The Rise of the Rest of Us

19Apr

The Rise of the Rest of Us – How Middle-Weight Cities Can Rebuild America

America is crumbling and it needs to be rebuilt.  In their book “The New Localism”, Bruce Katz and Jeremy Nowak make the case that it will be the middle-weight cities that will lead the way in rebuilding our country, and I agree completely.

I entitled this blog “The Rise of the Rest of Us,” because so much of our national news and federal government’s attention is on the heavy-weight cities, like New York, Los Angeles, Chicago, Boston and San Francisco, with Seattle trying to fight above its weight.  These cities are entrenched in a zero-sum extreme partisan struggle over societal challenges, where the only possible hope is to mitigate consequences rather than solve the problems.  

Ever growing big city budgets are consistently outpaced by the increasing cost of various societal needs and, as described by Katz and Nowak, these big cities all lack certain attributes and types of capital necessary to adequately address these needs and create a place where all people can earn, learn and belong.  I have bucketted the various types of capital needed, in order of priority, as Community Capital, Social Capital and Economic Capital. Big cities are simply too big and too disjointed to possess or effectively exercise the needed capital.  

In contrast, middle-weight cities populated by the rest of us, cities like Sioux Falls, SD, Spokane, WA and Tucson, AZ and many others, have all three types of capital in abundance.  The size of these cities has allowed them to remain agile and connected, and they are well suited to organize and unleash all three types of capital for the betterment of our society.  Let’s focus on Community Capital.

Katz and Novak write that: “…the dynamism of the US Economy comes from the wide swath of middle-weight cities across the Nation. This broader base of metropolitan economies creates more flexibility and diversification for the US economy as a whole. It can be one of America’s greatest advantages but only if we invest accordingly. Enhancing the value of those middle-weight cities will be decisive for the American economy in the future.”  Enhancing the value of these cities starts by moving away from the top-down policy arguments from the state and federal level, and instead moving toward and embracing the ideal of local reinvention. 

Community Capital is required for local reinvention because it depends on a higher level of social cohesion.  Community Capital means there is a strong base of people who have a moral consensus on the value of community and strive to include everyone in the opportunity to earn and learn and feel welcomed to enjoy and contribute to the aesthetics and resources of the city. In other words, there is a very strong stewardship of the city’s resources to build a vibrant civil life for all. Without a strong sense of common values and a commitment to building community, all the social empathy and money in the world will not solve problems or move humanity forward.  

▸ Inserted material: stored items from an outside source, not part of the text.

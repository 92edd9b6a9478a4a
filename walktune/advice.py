"""Proposal advice from a posterior covariance, shared by tuning and inspection.

Given a posterior covariance ``S`` (and optionally the proposal a user runs
today), the advice is the proposal ``(c ell_d)^2 S``, per-parameter step
sizes, one step size, the expected acceptance of the proposal and the
predicted slow-downs of the alternatives (see :mod:`walktune.theory`).
"""

from __future__ import annotations

from dataclasses import dataclass

import numpy as np

from . import theory
from .analysis import Structure


@dataclass(frozen=True)
class Advice:
    """What proposal to use, and what the alternatives cost.

    Attributes
    ----------
    proposal_covariance : ndarray of shape (d, d)
    step_sizes : ndarray of shape (d,)
    single_step : float
    expected_acceptance : float
    slowdowns : dict
        ``{"step_sizes", "single_step", and with a current proposal "current",
        "current_rescaled"}`` each ``{"slowest_parameter", "slowest_direction",
        "mean_direction"}`` (:class:`walktune.theory.Slowdown`).
    scale_factor : float
        Extra factor on the optimal scale (from the pilot's acceptance steering; 1 otherwise).
    """

    proposal_covariance: np.ndarray
    step_sizes: np.ndarray
    single_step: float
    expected_acceptance: float
    slowdowns: dict
    scale_factor: float


def advise(covariance: np.ndarray, *, scale_factor: float = 1.0, current: np.ndarray | None = None) -> Advice:
    """Advice for a posterior with covariance ``covariance`` (d, d)."""
    covariance = np.atleast_2d(covariance)
    dim = covariance.shape[0]
    proposal = (scale_factor * theory.optimal_scale(dim)) ** 2 * covariance
    step_sizes = theory.best_step_sizes(covariance) * scale_factor
    single = theory.best_isotropic_step(covariance) * scale_factor
    slowdowns = {
        "step_sizes": theory.slowdown(np.diag(step_sizes**2), covariance).__dict__,
        "single_step": theory.slowdown(single**2 * np.eye(dim), covariance).__dict__,
    }
    if current is not None:
        slowdowns["current"] = theory.slowdown(current, covariance, rescaled=False).__dict__
        slowdowns["current_rescaled"] = theory.slowdown(current, covariance).__dict__
    return Advice(
        proposal_covariance=proposal,
        step_sizes=step_sizes,
        single_step=single,
        expected_acceptance=theory.expected_acceptance(proposal, covariance),
        slowdowns=slowdowns,
        scale_factor=scale_factor,
    )


def advice_payload(advice: Advice, structure: Structure, names: list) -> dict:
    """The advice and geometry keys of advice.json (docs/advice-schema.md)."""
    return {
        "posterior_sd": structure.sd.tolist(),
        "posterior_covariance": structure.covariance.tolist(),
        "proposal_covariance": advice.proposal_covariance.tolist(),
        "step_sizes": advice.step_sizes.tolist(),
        "single_step": advice.single_step,
        "expected_acceptance": advice.expected_acceptance,
        "rotation": np.linalg.cholesky(structure.covariance).tolist(),
        "effective_dimension": structure.effective_dimension,
        "spectrum_decades": structure.decades,
        "correlation_eigenvalues": structure.eigenvalues.tolist(),
        "principal_directions": [
            {"combination": d.describe(names), "coefficients": d.coefficients.tolist(), "spread": d.spread}
            for d in structure.directions
        ],
        "variance_inflation": dict(zip(names, structure.vif.tolist())),
        "predicted_slowdown": advice.slowdowns,
    }


#: ESS a thinning interval may cost, as a share of the whole chain's.
THINNING_ESS_LOSS = 0.10


def ess_kept_by_thinning(iact: float, interval) -> np.ndarray:
    """Share of a chain's ESS kept when only every ``interval``-th draw is stored.

    The chain is taken as AR(1) with the same IACT ``tau``: lag-one
    autocorrelation ``rho = (tau - 1) / (tau + 1)``, so that
    ``tau = (1 + rho) / (1 - rho)``. Every ``k``-th draw of it is AR(1) with
    ``rho^k``, of IACT ``tau_k = (1 + rho^k) / (1 - rho^k)``; of ``N`` draws
    ``N / k`` are kept, with ESS ``N / (k tau_k)`` against ``N / tau``.

    Parameters
    ----------
    iact : float
        The chain's IACT, >= 1.
    interval : int or ndarray of int
        Thinning intervals ``k >= 1``.

    Returns
    -------
    ndarray of the shape of ``interval``
        ``tau / (k tau_k)``, in (0, 1].
    """
    k = np.asarray(interval, dtype=float)
    rho = (iact - 1.0) / (iact + 1.0)
    tau_k = (1.0 + rho**k) / (1.0 - rho**k) if rho > 0 else np.ones_like(k)
    return iact / (k * tau_k)


def warmup_and_thinning(iact_max: float) -> tuple:
    """Warm-up steps and a thinning interval from the slowest IACT.

    Warm-up: about ten of the slowest autocorrelation times from a start near
    the mode (common practice). Thinning never adds information; the interval
    is the largest that keeps at least ``1 - THINNING_ESS_LOSS`` of the ESS of
    the slowest parameter (:func:`ess_kept_by_thinning`; about ``0.56 tau``
    for a long IACT), for when storage matters. ``(None, 1)`` when the IACT is unknown.
    """
    if not np.isfinite(iact_max):
        return None, 1
    intervals = np.arange(1, int(np.ceil(iact_max)) + 2)
    kept = ess_kept_by_thinning(max(iact_max, 1.0), intervals)
    return int(np.ceil(10 * iact_max)), int(intervals[kept >= 1.0 - THINNING_ESS_LOSS].max())
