"""Constants that the tuning job, the inspection and the output layers share.

Kept apart so that reading draws (:mod:`walktune.inspection`) does not depend
on the tuning job, nor the console on either.
"""

#: advice.json schema written by ``tune`` and ``inspect`` (docs/advice-schema.md).
ADVICE_SCHEMA = "walktune.advice/1"

#: Default ESS the user wants, for the "evaluations needed" advice; 400 over
#: all chains is common practice (Vehtari et al. 2021 suggest 100 per chain).
DEFAULT_TARGET_ESS = 400

CAUTION = (
    "Diagnostics can show that chains have not converged; they can never prove that they have. "
    "A pilot can miss modes or regions it never reached. Confirm results with independent runs "
    "from different starting points before relying on them."
)
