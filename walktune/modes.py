"""Modes weighted by their mass: which modes seed chains, and which chains the posterior table may pool.

The Laplace approximation of the mass near a mode ``m`` with log-density
``l`` and Hessian ``H`` (negative definite) is

    M = exp(l) sqrt(det(2 pi Sigma)),   Sigma = (-H)^{-1},
    log M = l + (d / 2) log(2 pi) - (1 / 2) log det(-H),

exact for a Gaussian, hence for a mixture of well-separated Gaussians
(Tierney and Kadane 1986). Normalised over the modes found, it estimates the
share of the posterior each holds. A mode whose relative mass is below
:data:`MINOR_MODE_MASS` is *minor*: it is reported with its log-density gap and
mass, and no chain is started in it (a random walk started there would stay and
its draws would enter the estimates with a weight it does not have).

The posterior table is never a pool of chains stuck in different regions
(:func:`table_scope`): when the chains of the run the table comes from sit in
different regions and none moved between them, only the chains in the region
of largest mass make the table; the others are named as left out, and the
table stands for the whole posterior only when what it leaves out holds less
than :data:`MINOR_MODE_MASS`.

References
----------
Tierney, L. and Kadane, J. B. (1986). Accurate approximations for posterior moments and
marginal densities. Journal of the American Statistical Association, 81(393), 82-86.
"""

from __future__ import annotations

from dataclasses import dataclass, field

import numpy as np

from .findings import Finding
from .mode import ModeFit, finite_difference_hessian, laplace_covariance

#: A mode (or region) holding less than this share of the mass found is minor. Leaving out a
#: mode of relative mass w moves a posterior mean by at most w times the distance between the
#: modes; at w = 1e-3 and modes 10 sds apart that is 0.01 sd, the MCSE of an ESS of 10,000, more
#: than any proof run here reaches, so the omission is below the table's own error. It also lies
#: 6.9 nats below an equal share, well beyond the factor of 2 to 3 by which a Laplace mass of a
#: skewed mode may be off (a choice, from those two bounds; not a published threshold).
MINOR_MODE_MASS = 1e-3

#: A chain whose draws fall at least this share in each of two regions moved between them (as Region.chains counts).
VISIT_SHARE = 0.05


def laplace_log_mass(log_density: float, hessian: np.ndarray | None) -> float:
    """``log M = l + (d/2) log(2 pi) - (1/2) log det(-H)``; NaN unless ``-H`` is positive definite.

    Parameters
    ----------
    log_density : float
        The log-density at the mode.
    hessian : ndarray of shape (d, d) or None
        Of the log-density at the mode.
    """
    if hessian is None or not np.isfinite(log_density) or not np.all(np.isfinite(hessian)):
        return float("nan")
    precision = -0.5 * (hessian + hessian.T)
    try:
        chol = np.linalg.cholesky(precision)
    except np.linalg.LinAlgError:
        return float("nan")
    d = precision.shape[0]
    return float(log_density + 0.5 * d * np.log(2 * np.pi) - np.sum(np.log(np.diag(chol))))


def unknown_mass_gap(dim: int) -> float:
    """Log-density gap below the highest mode past which a mode of unknown Laplace mass is minor anyway.

    A mode ``G`` nats below the highest holds at least :data:`MINOR_MODE_MASS` of
    the mass only if its volume is ``exp(G) * MINOR_MODE_MASS`` times larger; at
    ``G = log(1 / MINOR_MODE_MASS) + d log(100)`` it would have to be more than 100
    times wider than the highest mode in every direction (a choice, for modes on
    a bound or at a saddle of the climb, whose curvature gives no Laplace mass).
    """
    return float(np.log(1.0 / MINOR_MODE_MASS) + dim * np.log(100.0))


def relative_masses(log_masses) -> np.ndarray:
    """Masses normalised to sum to one; all NaN when any is unknown (a share of an unknown total is unknown)."""
    log_masses = np.asarray(log_masses, dtype=float)
    if log_masses.size == 0 or not np.all(np.isfinite(log_masses)):
        return np.full(log_masses.shape, np.nan)
    weights = np.exp(log_masses - log_masses.max())
    return weights / weights.sum()


def weigh(log_densities, hessians) -> tuple[np.ndarray, np.ndarray, np.ndarray]:
    """Laplace log-masses, relative masses and which modes are minor, for modes with these log-densities and Hessians.

    A mode without a Laplace mass (its Hessian not negative definite) more than
    :func:`unknown_mass_gap` below the highest mode is minor and left out of the
    normalisation (its mass stays NaN); the others share the mass, all NaN when
    any of them has none.

    Returns
    -------
    log_masses, masses : ndarray of shape (modes,)
    minor : ndarray of bool, shape (modes,)
    """
    log_densities = np.asarray(log_densities, dtype=float)
    log_masses = np.array([laplace_log_mass(lp, h) for lp, h in zip(log_densities, hessians)])
    dim = next((h.shape[0] for h in hessians if h is not None), 1)
    far = ~np.isfinite(log_masses) & (log_densities < log_densities.max() - unknown_mass_gap(dim))
    masses = np.full(log_masses.shape, np.nan)
    masses[~far] = relative_masses(log_masses[~far])
    minor = far | np.array([is_minor(w) for w in masses], dtype=bool)
    return log_masses, masses, minor


def is_minor(mass: float) -> bool:
    """Whether a relative mass is known and below :data:`MINOR_MODE_MASS`."""
    return bool(np.isfinite(mass) and mass < MINOR_MODE_MASS)


@dataclass(frozen=True)
class ModeMass:
    """A mode, its log-density, Laplace log-mass and share of the mass found (NaN when unknown); whether it is minor."""

    mode: np.ndarray
    log_density: float
    log_mass: float
    mass: float
    hessian: np.ndarray | None = field(default=None, repr=False)
    minor: bool = False


def weigh_modes(modes: list, log_densities: list, hessians: list) -> list:
    """:class:`ModeMass` of every mode, heaviest first (the given order where the masses are unknown; minor ones last).

    Parameters
    ----------
    modes : list of ndarray of shape (d,)
    log_densities : list of float
    hessians : list of ndarray of shape (d, d) or None
    """
    log_masses, masses, minor = weigh(log_densities, hessians)
    weighed = [ModeMass(np.asarray(m, dtype=float), float(lp), float(lm), float(w), h, bool(mi))
               for m, lp, lm, w, h, mi in zip(modes, log_densities, log_masses, masses, hessians, minor)]
    known = np.all(np.isfinite(masses[~minor]))
    weighed.sort(key=lambda mm: (mm.minor, -mm.mass if known and not mm.minor else 0.0))
    return weighed


def weigh_start_modes(log_density, fit: ModeFit, others: list, cov: np.ndarray, bounds: np.ndarray,
                      log_density_batch=None) -> tuple:
    """Laplace masses of the optimizer's mode and the other modes: the fit to start from, seeds and minor modes.

    A Hessian (2 d^2 + 1 evaluations, in batches through ``log_density_batch``
    when given) is taken at each other mode, only when there are any. When another mode outweighs the optimizer's by more than
    1 / MINOR_MODE_MASS, it becomes the mode the pilot starts from.
    Returns ``(fit, main, seeds, minor)``: the fit to start from, its
    :class:`~walktune.modes.ModeMass`, the modes to start chains in (heaviest
    first) and the minor ones.
    """
    if not others:
        return fit, None, [fit.mode], []
    scales = np.maximum(np.sqrt(np.diag(cov)), 1e-12)
    hessians = [fit.hessian] + [finite_difference_hessian(log_density, mode, scales, bounds,
                                                          evaluate_batch=log_density_batch) for mode, _ in others]
    weighed = weigh_modes([fit.mode] + [m for m, _ in others], [fit.log_density] + [lp for _, lp in others], hessians)
    main, seeds, minor = weighed[0], [m for m in weighed if not m.minor], [m for m in weighed if m.minor]
    is_fit = lambda m: np.array_equal(m.mode, fit.mode)  # noqa: E731
    if any(is_fit(m) for m in minor) and laplace_covariance(main.hessian) is not None:
        fit = ModeFit(main.mode, main.log_density, main.hessian, laplace_covariance(main.hessian), "climb",
                      f"{fit.message}; that mode holds a negligible share of the mass, and a climb from another point "
                      "found this one, which the chains start around")
    # The optimizer's mode (or the one that replaced it) first: the unconstrained start maps the others.
    seeds = [m for m in seeds if is_fit(m)] + [m for m in seeds if not is_fit(m)]
    return fit, main, [m.mode for m in seeds], minor


def _where(point: np.ndarray, names: list) -> str:
    shown = ", ".join(f"{names[j]}={point[j]:.3g}" for j in range(min(len(names), 4)))
    return shown + (", ..." if len(names) > 4 else "")


def minor_mode_finding(minor: list, main: ModeMass, names: list) -> Finding | None:
    """``minor-mode`` (info): modes of negligible Laplace mass that no chain was started in."""
    if not minor:
        return None
    parts = [f"near ({_where(m.mode, names)}), {main.log_density - m.log_density:.1f} below the main mode in "
             "log-density, " + (f"Laplace mass {m.mass:.2g} of the total" if np.isfinite(m.mass) else
                                "no Laplace mass (the curvature there is not a mode's: a bound or a saddle), far too "
                                "low to hold a share") for m in minor]
    return Finding(
        "minor-mode", "info", list(names),
        f"{'a separate local mode' if len(minor) == 1 else f'{len(minor)} separate local modes'} of negligible mass: "
        + "; ".join(parts) + f". Below {MINOR_MODE_MASS:g} of the mass (Laplace approximation at each mode) a mode "
        "changes no estimate beyond its Monte Carlo error, so no chain was started there and the estimates leave it "
        "out. If that mode matters to you (a tail probability, a sign), estimate its mass by other means.",
        {"minor_modes": [{"mode": m.mode.tolist(), "log_density": m.log_density,
                          "log_density_gap": main.log_density - m.log_density,
                          "laplace_mass": float(m.mass) if np.isfinite(m.mass) else None}
                         for m in minor],
         "main_mode": main.mode.tolist(), "threshold": MINOR_MODE_MASS},
    )


# --------------------------------------------------------------------------- which chains the table pools


@dataclass(frozen=True)
class TableScope:
    """Which chains of a run the posterior table comes from, and what it stands for.

    Attributes
    ----------
    chains : list of int
        The chains whose draws make the table.
    excluded : list of int
        Chains left out: stuck in other regions than ``region``.
    region : int or None
        The region (index into the regions) the table describes; None when it pools every chain.
    region_mass : float
        That region's Laplace share of the mass (1 with one region; NaN when unknown).
    other_mass : float
        The Laplace mass of the regions the table leaves out (NaN when unknown).
    whole : bool
        The table stands for the whole posterior: it pools every region the
        chains found, or what it leaves out holds less than :data:`MINOR_MODE_MASS`.
    """

    chains: list
    excluded: list = field(default_factory=list)
    region: int | None = None
    region_mass: float = 1.0
    other_mass: float = 0.0
    whole: bool = True

    def to_dict(self) -> dict:
        def number(x):
            return float(x) if np.isfinite(x) else None

        return {"chains": list(self.chains), "excluded_chains": list(self.excluded),
                "region": None if self.region is None else self.region + 1, "region_mass": number(self.region_mass),
                "other_mass": number(self.other_mass), "whole_posterior": self.whole}

    def describe(self) -> str:
        """One line for people; empty when the table pools every chain."""
        if self.region is None:
            return ""
        mass = f"Laplace mass {self.region_mass:.2g}" if np.isfinite(self.region_mass) else "mass unknown"
        text = (f"from chains {', '.join(map(str, self.chains))} in region {self.region + 1} ({mass}) only")
        if self.excluded:
            text += f"; chains {', '.join(map(str, self.excluded))} sat in other regions and are left out"
        if self.whole:
            other = self.other_mass
            return text + f" (the regions left out hold {other:.1g} of the mass: negligible)"
        return text + "; NOT the whole posterior (multimodal: see the findings)"


def chain_visits(labels: np.ndarray, n_regions: int) -> np.ndarray:
    """Share of each chain's draws in each region, shape (chains, regions), from region labels (chains, n)."""
    return np.stack([np.mean(labels == r, axis=1) for r in range(n_regions)], axis=1)


def moved_between(shares: np.ndarray) -> np.ndarray:
    """Chains with at least :data:`VISIT_SHARE` of their draws in each of two regions (bool, shape (chains,))."""
    return (shares >= VISIT_SHARE).sum(axis=1) >= 2


def table_scope(labels: np.ndarray, masses) -> TableScope:
    """The chains the posterior table may pool, given each draw's region and the regions' Laplace masses.

    Parameters
    ----------
    labels : ndarray of int, shape (chains, n)
        Region of every draw of the run the table comes from.
    masses : array-like of shape (regions,)
        Relative Laplace masses (NaN when unknown).

    With one region, or when some chain moved between regions (R-hat then judges
    the pool), every chain. Otherwise the chains in the region of largest mass
    among those holding chains (by number of chains where the masses are unknown).
    """
    masses = np.asarray(masses, dtype=float)
    m = labels.shape[0]
    every = list(range(m))
    if masses.size < 2:
        return TableScope(every)
    shares = chain_visits(labels, masses.size)
    home = np.argmax(shares, axis=1)
    held = sorted(set(home.tolist()))
    if moved_between(shares).any():
        return TableScope(every)
    if np.all(np.isfinite(masses)):
        region = max(held, key=lambda r: (masses[r], np.sum(home == r)))
    else:
        region = max(held, key=lambda r: (np.sum(home == r), -r))
    chains = [c for c in every if home[c] == region]
    excluded = [c for c in every if home[c] != region]
    other = float(np.sum(np.delete(masses, region)))
    whole = bool(np.isfinite(other) and other < MINOR_MODE_MASS)
    if whole and not excluded:
        return TableScope(every)
    return TableScope(chains, excluded, region, float(masses[region]), other, whole)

Community Capital is essential to problem solving because it strives to be inclusive, and thereby generates an abundant amount of new problem solvers who are aligned on the value and social cohesion of their community and want to maximize their contributions to the betterment of their community. 

Community Capital remains strong in middle weight cities, and it empowers the citizenry to use the kind of innovative problem solving that Katz and Nowak believe is much more productive than the uniformity of policy making, because “it adapts the risk-taking attitude of individual entrepreneurs and investors to the collective sphere. It is experimental and tolerant of failure.”   It is in the local realm where the immediacy of the spirit to innovate, try, fail and try something else continues to move humanity forward. 

Katz and Nowak state that another advantage these cities have is how they are “multidisciplinary in focus and collaborative in practice, enabling cities to leverage the expertise and experience of disparate sectors and diverse sets of people.” This can only occur where an abundance of Community Capital is present and continuously cultivated.

Further, Katz and Nowak note how New Localism is “intensely focused on maximizing value for long term prosperity rather than short term private profit or political gain. Cities are not inclusively governments but represent broader networks of institutions and individuals – homeowners, universities, hospitals, philanthropies, private businesses, utilities- which are committed to and depend on the betterment of their place.”  In other words, all participants are all in it for the “we” and the “us”. That is Community Capital! 

Community Capital enables each middle-weight city to thrive on its own, but appreciating the real power of Community Capital comes from what Katz and Nowak describe as the new horizontal, rather than vertical, mechanism for societies to solve hard problems. They write that “Cities may be on their own, given the abdication of responsibility by national governments and states, but they are not alone.  Other cities are continuously inventing solutions that are ripe for replication and adaptation.” The problem solving and innovation is going to spread from middle- weight city to middle-weight city, thereby spreading the best of who we are, and the best of what we can be, across the nation.  

Citizens in middle-weight cities all across America face many of the same societal challenges and needs of the big cities.  But these citizens, strengthened by the bonds of Community Capital, are free to make decisions and innovations that build, protect and beautify our communities, drive local and national economies, educate children and change lives.  The answers, solutions, inventions, innovations, and cures are walking around among us every day, and it is in the rise of the rest of us that those efforts can be tried, applied, shared and learned. And if they fail, they will inspire us to try again.